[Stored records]

BEGIN

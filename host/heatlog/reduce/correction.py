"""Corrected temperature change: Regnault–Pfaundler, Dickinson (equal-area and 60 %), Newton fit.

All methods take the readings, a fitted :class:`~heatlog.reduce.drift.DriftFit`, the start of the
main period t₀ and the start of the after-period tₙ, and return the signed corrected change.

* Regnault–Pfaundler (ISO 1928 Annex C form): θ = (Tₙ − T₀) − ∫g dt with
  ∫g dt = s_f(tₙ − t₀) − k[∫T dt − T_f(tₙ − t₀)]; T₀, Tₙ are the fitted drift curves at t₀ and tₙ,
  ∫T dt the trapezoid over the readings between them. Exact for Newtonian exchange.
* Dickinson, equal-area: the time x where ∫(T − F)dt from t₀ to x equals ∫(A − T)dt from x to tₙ
  (F, A: fore and after drift curves extrapolated); θ = A(x) − F(x). With Newtonian drift curves
  this equals Regnault–Pfaundler exactly.
* Dickinson 60 % (ASTM D240 / D5865 form): x is the time the reading first reaches 60 % of the
  observed change Tₙ − T₀; θ = A(x) − F(x), i.e. t_c − t_a − r₁(b − a) − r₂(c − b).
* Newton-model fit: the readings from the start of the fore-period to the end of the after-period
  are fitted with a vessel under Newton's law (exchange k, convergence T∞), a first-order release
  (adiabatic change Δ, time constant τ_r, start t_s) and a first-order probe lag τ_p; θ = Δ.
"""

from __future__ import annotations

import math
from dataclasses import dataclass

import numpy as np

from heatlog.reduce.drift import DriftFit, _expo, residual_sigma
from heatlog.reduce.sampling import block_means
from heatlog.solvers import least_squares_box

METHODS = ("regnault-pfaundler", "dickinson", "dickinson-60", "newton")
_NEWTON_PERIOD_POINTS = 250


@dataclass(frozen=True, eq=False)
class MainPeriod:
    """Nodes for integrals over [t₀, tₙ]: fitted ends, readings in between."""

    t: np.ndarray
    y: np.ndarray


def main_period(t: np.ndarray, y: np.ndarray, fit: DriftFit, t0: float, tn: float) -> MainPeriod:
    inside = (t > t0) & (t < tn)
    tt = np.concatenate([[t0], t[inside], [tn]])
    yy = np.concatenate([[float(fit.fore(t0))], y[inside], [float(fit.after(tn))]])
    return MainPeriod(tt, yy)


def trapezoid_weights(t: np.ndarray) -> np.ndarray:
    dt = np.diff(t)
    w = np.zeros(t.size)
    w[:-1] += dt / 2
    w[1:] += dt / 2
    return w


def regnault_pfaundler(mp: MainPeriod, fit: DriftFit) -> float:
    t0, tn = float(mp.t[0]), float(mp.t[-1])
    y = mp.y.copy()
    y[0], y[-1] = fit.fore(t0), fit.after(tn)
    integral_t = float(np.trapezoid(y, mp.t))
    k = fit.k_per_s
    drift_integral = fit.params[2] * (tn - t0) - k * (integral_t - fit.params[0] * (tn - t0))
    return float(y[-1] - y[0] - drift_integral)


def _crossing(t: np.ndarray, phi: np.ndarray) -> float:
    """First zero of a sampled function (linear interpolation); ends if no sign change."""
    s = np.sign(phi)
    idx = np.flatnonzero(s[:-1] * s[1:] <= 0)
    if idx.size == 0:
        return float(t[0] if abs(phi[0]) < abs(phi[-1]) else t[-1])
    i = int(idx[0])
    if phi[i + 1] == phi[i]:
        return float(t[i])
    return float(t[i] - phi[i] * (t[i + 1] - t[i]) / (phi[i + 1] - phi[i]))


def _cumtrapz(y: np.ndarray, t: np.ndarray) -> np.ndarray:
    return np.concatenate([[0.0], np.cumsum(np.diff(t) * (y[1:] + y[:-1]) / 2)])


def dickinson_time(mp: MainPeriod, fit: DriftFit) -> float:
    y = mp.y.copy()
    y[0], y[-1] = fit.fore(mp.t[0]), fit.after(mp.t[-1])
    c1 = _cumtrapz(y - fit.fore(mp.t), mp.t)
    c2 = _cumtrapz(fit.after(mp.t) - y, mp.t)
    phi = c1 - (c2[-1] - c2)
    return _crossing(mp.t, phi)


def dickinson(mp: MainPeriod, fit: DriftFit) -> tuple[float, float]:
    x = dickinson_time(mp, fit)
    return float(fit.after(x) - fit.fore(x)), x


def dickinson_60(mp: MainPeriod, fit: DriftFit) -> tuple[float, float]:
    y0, yn = float(fit.fore(mp.t[0])), float(fit.after(mp.t[-1]))
    target = y0 + 0.6 * (yn - y0)
    y = mp.y.copy()
    y[0], y[-1] = y0, yn
    x = _crossing(mp.t, (y - target) * np.sign(yn - y0 or 1.0))
    return float(fit.after(x) - fit.fore(x)), x


# ----- Newton-model fit -------------------------------------------------------------------


def probe_response(s: np.ndarray, k: float, tau_r: float, tau_p: float) -> np.ndarray:
    """Probe reading change for a unit adiabatic release starting at s = 0 (0 before).

    Vessel: first-order release (rate 1/τ_r) under Newtonian loss k; probe: first-order lag τ_p.
    Closed form by partial fractions (convolution of three exponentials).
    """
    s = np.maximum(np.asarray(s, dtype=float), 0.0)

    def decay(rate: float) -> np.ndarray:
        # clipped so that no subnormal numbers reach the linear algebra (they are very slow)
        return np.exp(-np.minimum(rate * s, 600.0))

    a = 1.0 / max(tau_r, 1e-6)
    b = k
    if abs(a - b) < 1e-9 * a:
        a *= 1 + 1e-6
    eb, ea = decay(b), decay(a)
    if tau_p <= 1e-6:
        return (a / (a - b)) * (eb - ea)
    c = 1.0 / tau_p
    if abs(c - a) < 1e-6 * a:
        c = a * (1 + 1e-6)
    if abs(c - b) < 1e-9 * c:
        c *= 1 + 1e-6
    ec = decay(c)
    return (a / (a - b)) * (c * (eb - ec) / (c - b) - c * (ea - ec) / (c - a))


@dataclass(frozen=True)
class NewtonFit:
    delta_t_K: float
    u_delta_t_K: float
    k_per_s: float
    start_s: float
    tau_release_s: float
    tau_probe_s: float
    rms_K: float
    rms_main_K: float
    converged: bool

    def to_dict(self) -> dict[str, float | bool]:
        return dict(self.__dict__)


def newton_model(p: np.ndarray, t: np.ndarray) -> np.ndarray:
    """Probe reading: T_s + g_s·(1 − e^(−k(t − t_s)))/k + Δ·response(t − t_s)."""
    t_s_temp, g_s, k, delta, t_s, tau_r, tau_p = p
    dt = t - t_s
    return t_s_temp + g_s * _expo(k, dt) + delta * probe_response(dt, k, tau_r, tau_p)


def newton_fit(
    t: np.ndarray,
    y: np.ndarray,
    fit: DriftFit,
    t0: float,
    tn: float,
    *,
    guess_delta: float,
    guess_start: float,
    guess_tau: float,
) -> NewtonFit:
    lo_t, hi_t = float(fit.fore_t[0]), float(fit.after_t[-1])
    # drift periods thinned to block means (weighted by √block so every residual has the
    # variance of one reading), main period kept at full resolution
    masks = ((t >= lo_t) & (t <= t0), (t > t0) & (t < tn), (t >= tn) & (t <= hi_t))
    parts = [
        block_means(t[m], y[m], _NEWTON_PERIOD_POINTS if i != 1 else 0) for i, m in enumerate(masks)
    ]
    tt = np.concatenate([p[0] for p in parts])
    yy = np.concatenate([p[1] for p in parts])
    ww = np.concatenate([np.full(p[0].size, math.sqrt(p[2])) for p in parts])
    k0 = fit.k_per_s if math.isfinite(fit.k_per_s) else 0.0
    ts0 = min(max(guess_start, t0), tn)
    p0 = np.array(
        [
            float(fit.fore(ts0)),
            float(fit.rate(fit.fore(ts0))),
            k0,
            guess_delta,
            ts0,
            max(guess_tau, 0.5),
            1.0,
        ]
    )
    span = hi_t - lo_t
    lower = [-np.inf, -np.inf, -0.5 / span, -np.inf, t0 - 1.0, 0.05, 0.0]
    upper = [np.inf, np.inf, 50.0 / span, np.inf, tn, 10.0 * (tn - t0), 0.5 * (tn - t0)]
    p0 = np.clip(p0, np.array(lower) + 1e-12, np.array(upper) - 1e-12)
    try:
        res = least_squares_box(
            lambda p: ww * (newton_model(p, tt) - yy),
            p0,
            np.array(lower),
            np.array(upper),
            max_nfev=400,
        )
    except (ValueError, np.linalg.LinAlgError):
        return NewtonFit(
            math.nan, math.nan, math.nan, math.nan, math.nan, math.nan, math.inf, math.inf, False
        )
    r = res.fun
    # residual variance per reading, inflated for lag-1 autocorrelation as in the drift fits
    s2 = residual_sigma(r, max(r.size - 7, 1)) ** 2
    main = (tt > t0) & (tt < tn)
    rms_main = float(np.sqrt(np.mean(r[main] ** 2))) if main.any() else math.inf
    u = math.nan
    try:
        cov = np.linalg.pinv(res.jac.T @ res.jac) * s2
        u = float(math.sqrt(max(cov[3, 3], 0.0)))
    except np.linalg.LinAlgError:
        pass
    p = res.x
    # The release and the probe lag enter the model symmetrically (a convolution of two first-
    # order responses), so the data cannot tell which time constant is whose; the shorter one is
    # reported as the probe's (common practice, no source: a probe in a stirred vessel answers
    # in seconds, a dissolution or reaction takes longer). Δ and its uncertainty do not depend
    # on the choice.
    tau_release, tau_probe = max(p[5], p[6]), min(p[5], p[6])
    return NewtonFit(
        float(p[3]),
        u,
        float(p[2]),
        float(p[4]),
        float(tau_release),
        float(tau_probe),
        float(math.sqrt(s2)),
        rms_main,
        bool(res.success),
    )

END

## Problem
A line qualifies when it holds the word "order"; report all qualifying lines from the records above.

## Result
  are fitted with a vessel under Newton's law (exchange k, convergence T∞), a first-order release
  (adiabatic change Δ, time constant τ_r, start t_s) and a first-order probe lag τ_p; θ = Δ.
    Vessel: first-order release (rate 1/τ_r) under Newtonian loss k; probe: first-order lag τ_p.
    # order responses), so the data cannot tell which time constant is whose; the shorter one is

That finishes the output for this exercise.